Transcribe every record beneath, precisely as written.

------------------------------------------------

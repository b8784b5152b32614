"""What a check found: one verdict per law, and the report of one part."""

from __future__ import annotations

import math
from collections.abc import Mapping, Sequence
from dataclasses import dataclass
from typing import Any, Literal

from plastic.laws._interface import Broken, Case

#: holds; fails; exempt with a reason; exempt though it holds; nothing to say about the part
Status = Literal["holds", "fails", "exempt", "needless", "idle"]


@dataclass(frozen=True)
class Verdict:
    """What one law says of one part.

    Attributes
    ----------
    law, words : str
        Its name, and the law itself.
    status : str
    examples : int
        Examples tried; up to the first that failed when the law fails.
    reason : str
        Why the part is exempt, or why the law has nothing to say.
    case, broken : the smallest failing case and its numbers
    """

    law: str
    words: str
    status: Status
    examples: int = 0
    reason: str = ""
    case: Case | None = None
    broken: Broken | None = None

    @property
    def ok(self) -> bool:
        """Whether there is nothing to mend."""
        return self.status not in ("fails", "needless")


@dataclass(frozen=True)
class Report:
    """The verdicts of all laws on one part.

    Attributes
    ----------
    name : str
        The public name, or file and class.
    about : str
        "rule", "route" or "cell".
    verdicts : sequence of Verdict
    examples, seed : int
        As asked for.
    source : str
        Hash of the text of the part's class.
    versions : mapping of library to version
    """

    name: str
    about: str
    verdicts: Sequence[Verdict]
    examples: int
    seed: int
    source: str
    versions: Mapping[str, str]

    @property
    def ok(self) -> bool:
        """Whether every law holds or is exempt with need."""
        return all(verdict.ok for verdict in self.verdicts)

    @property
    def failures(self) -> list[Verdict]:
        """The verdicts with something to mend."""
        return [verdict for verdict in self.verdicts if not verdict.ok]

    def __getitem__(self, law: str) -> Verdict:
        return next(verdict for verdict in self.verdicts if verdict.law == law)

    def data(self) -> dict[str, Any]:
        """Return everything as plain values, fit for JSON."""
        return {
            "name": self.name,
            "about": self.about,
            "ok": self.ok,
            "examples": self.examples,
            "seed": self.seed,
            "source": self.source,
            "versions": dict(self.versions),
            "laws": [_verdict_data(verdict) for verdict in self.verdicts],
        }


def _verdict_data(verdict: Verdict) -> dict[str, Any]:
    data: dict[str, Any] = {
        "law": verdict.law,
        "words": verdict.words,
        "status": verdict.status,
        "examples": verdict.examples,
        "reason": verdict.reason,
    }
    if verdict.case is not None and verdict.broken is not None:
        case, broken = verdict.broken.case or verdict.case, verdict.broken
        data["case"] = {
            "part": repr(case.part),
            "pre": [list(train) for train in case.pre],
            "post": list(case.post),
            "end": case.end,
            "numbers": dict(case.numbers),
        }
        data["says"] = broken.says
        data["disagree"] = [
            {"what": r.what, broken.one: _plain(r.one), broken.other: _plain(r.other)}
            for r in broken.rows
        ]
    return data


def _plain(value: float) -> float | str:
    return value if math.isfinite(value) else str(value)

------------------------------------------------

▶ SOLVED PROBLEM:
repository b8784b5152b32614
"""What a check found: one verdict per law, and the report of one part."""

from __future__ import annotations

import math
from collections.abc import Mapping, Sequence
from dataclasses import dataclass
from typing import Any, Literal

from plastic.laws._interface import Broken, Case

#: holds; fails; exempt with a reason; exempt though it holds; nothing to say about the part
Status = Literal["holds", "fails", "exempt", "needless", "idle"]


@dataclass(frozen=True)
class Verdict:
    """What one law says of one part.

    Attributes
    ----------
    law, words : str
        Its name, and the law itself.
    status : str
    examples : int
        Examples tried; up to the first that failed when the law fails.
    reason : str
        Why the part is exempt, or why the law has nothing to say.
    case, broken : the smallest failing case and its numbers
    """

    law: str
    words: str
    status: Status
    examples: int = 0
    reason: str = ""
    case: Case | None = None
    broken: Broken | None = None

    @property
    def ok(self) -> bool:
        """Whether there is nothing to mend."""
        return self.status not in ("fails", "needless")


@dataclass(frozen=True)
class Report:
    """The verdicts of all laws on one part.

    Attributes
    ----------
    name : str
        The public name, or file and class.
    about : str
        "rule", "route" or "cell".
    verdicts : sequence of Verdict
    examples, seed : int
        As asked for.
    source : str
        Hash of the text of the part's class.
    versions : mapping of library to version
    """

    name: str
    about: str
    verdicts: Sequence[Verdict]
    examples: int
    seed: int
    source: str
    versions: Mapping[str, str]

    @property
    def ok(self) -> bool:
        """Whether every law holds or is exempt with need."""
        return all(verdict.ok for verdict in self.verdicts)

    @property
    def failures(self) -> list[Verdict]:
        """The verdicts with something to mend."""
        return [verdict for verdict in self.verdicts if not verdict.ok]

    def __getitem__(self, law: str) -> Verdict:
        return next(verdict for verdict in self.verdicts if verdict.law == law)

    def data(self) -> dict[str, Any]:
        """Return everything as plain values, fit for JSON."""
        return {
            "name": self.name,
            "about": self.about,
            "ok": self.ok,
            "examples": self.examples,
            "seed": self.seed,
            "source": self.source,
            "versions": dict(self.versions),
            "laws": [_verdict_data(verdict) for verdict in self.verdicts],
        }


def _verdict_data(verdict: Verdict) -> dict[str, Any]:
    data: dict[str, Any] = {
        "law": verdict.law,
        "words": verdict.words,
        "status": verdict.status,
        "examples": verdict.examples,
        "reason": verdict.reason,
    }
    if verdict.case is not None and verdict.broken is not None:
        case, broken = verdict.broken.case or verdict.case, verdict.broken
        data["case"] = {
            "part": repr(case.part),
            "pre": [list(train) for train in case.pre],
            "post": list(case.post),
            "end": case.end,
            "numbers": dict(case.numbers),
        }
        data["says"] = broken.says
        data["disagree"] = [
            {"what": r.what, broken.one: _plain(r.one), broken.other: _plain(r.other)}
            for r in broken.rows
        ]
    return data


def _plain(value: float) -> float | str:
    return value if math.isfinite(value) else str(value)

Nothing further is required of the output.